Items from a dataset
%%
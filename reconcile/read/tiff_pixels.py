"""The pixels of a TIFF page that is not packed, or packed by deflate: filled into memory of the declared size and no more."""

from __future__ import annotations

import math
import sys
import zlib
from io import BufferedReader
from pathlib import Path
from typing import Any

import numpy as np
from numpy.typing import NDArray

from reconcile.read.tiff import Damaged, Page, packed_bytes

DEFLATE = (8, 32946)
_CHUNK = 4 * 1024 * 1024


def stored_numbers(path: Path, page: Page, order: str) -> NDArray[Any]:
    """Return the numbers of a page as they are stored.

    Parameters
    ----------
    path : the file
    page : one whose strips lie inside the file and agree with its declared size
    order : byte order of the file, "<" or ">"

    Returns
    -------
    array (channels, rows, columns)

    Raises
    ------
    Damaged
        A strip holds more or less than the page declares, or cannot be unpacked.
    OSError
        The file cannot be read.
    """
    inside = 1 if page.separate else page.samples
    kind = np.dtype(f"{'f' if page.sample_format[0] == 3 else 'u'}{page.bits[0] // 8}")
    whole = np.empty((page.samples // inside, page.rows, page.columns, inside), kind)
    needed = packed_bytes(page)
    counts = page.counts or tuple(needed)
    with path.open("rb") as stream:
        if page.tile is None:
            content, position = whole.reshape(-1).view(np.uint8), 0
            for offset, count, length in zip(page.offsets, counts, needed, strict=True):
                _fill(stream, page, offset, count, content[position : position + length])
                position += length
            whole = _in_order(whole, page, order)
        else:
            _lay_tiles(stream, page, order, counts, whole)
    return np.moveaxis(whole[0], 2, 0) if inside > 1 else whole[..., 0]


def _lay_tiles(stream: BufferedReader, page: Page, order: str, counts: tuple[int, ...], whole: NDArray[Any]) -> None:
    wide, high = page.tile or (page.columns, page.rows)
    across, down = math.ceil(page.columns / wide), math.ceil(page.rows / high)
    for number, (offset, count) in enumerate(zip(page.offsets, counts, strict=True)):
        plane, place = divmod(number, across * down)
        row, column = place // across * high, place % across * wide
        tile = np.empty((1, high, wide, whole.shape[3]), whole.dtype)
        _fill(stream, page, offset, count, tile.reshape(-1).view(np.uint8))
        part = whole[plane, row : row + high, column : column + wide]
        part[...] = _in_order(tile, page, order)[0, : part.shape[0], : part.shape[1]]


def _fill(stream: BufferedReader, page: Page, offset: int, count: int, target: NDArray[np.uint8]) -> None:
    """Fill `target` from one strip or tile."""
    stream.seek(offset)
    if page.compression not in DEFLATE:
        if stream.readinto(target.data) != target.size:
            raise Damaged("a file that ends too early")
        return
    unpacker, position, left = zlib.decompressobj(), 0, count
    try:
        while left and not unpacker.eof:
            packed = stream.read(min(left, _CHUNK))
            left -= len(packed) if packed else left
            while packed and not unpacker.eof:
                # One byte more than is wanted shows a strip that holds too much, without unpacking it.
                content = unpacker.decompress(packed, min(_CHUNK, target.size - position + 1))
                packed = unpacker.unconsumed_tail
                if position + len(content) > target.size:
                    raise Damaged(f"a strip that unpacks to more than the {target.size} bytes declared")
                target[position : position + len(content)] = np.frombuffer(content, np.uint8)
                position += len(content)
    except zlib.error as error:
        raise Damaged(f"pixels that cannot be unpacked ({error})") from None
    if position < target.size:
        raise Damaged(f"a strip that unpacks to {position} bytes in place of {target.size}")


def _in_order(block: NDArray[Any], page: Page, order: str) -> NDArray[Any]:
    """Bring the bytes of a block (planes, rows, columns, channels) into the machine's order and undo the predictor."""
    if page.predictor == 3 and block.dtype.kind == "f":
        # Each row holds first all leading bytes, then all second ones; differences of neighbouring bytes are stored.
        *front, columns, inside = block.shape
        width = block.dtype.itemsize
        rows = block.view(np.uint8).reshape(*front, columns * width, inside)
        np.cumsum(rows, axis=-2, dtype=np.uint8, out=rows)
        planes = rows.reshape(*front, width, columns * inside)
        joined = np.ascontiguousarray(np.moveaxis(planes, -2, -1)).view(block.dtype.newbyteorder(">"))
        return joined.reshape(block.shape).astype(block.dtype)
    if order != ("<" if sys.byteorder == "little" else ">"):
        block.byteswap(inplace=True)
    if page.predictor == 2 and block.dtype.kind == "u":
        np.cumsum(block, axis=-2, dtype=block.dtype, out=block)
    elif page.predictor != 1:
        raise Damaged(f"differences of neighbouring pixels stored in a way (number {page.predictor}) not known here")
    return block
%%
Required work: Whenever the string "moveaxis" shows up in a line of the entries, copy that line.

Reply to the task:
    return np.moveaxis(whole[0], 2, 0) if inside > 1 else whole[..., 0]
        joined = np.ascontiguousarray(np.moveaxis(planes, -2, -1)).view(block.dtype.newbyteorder(">"))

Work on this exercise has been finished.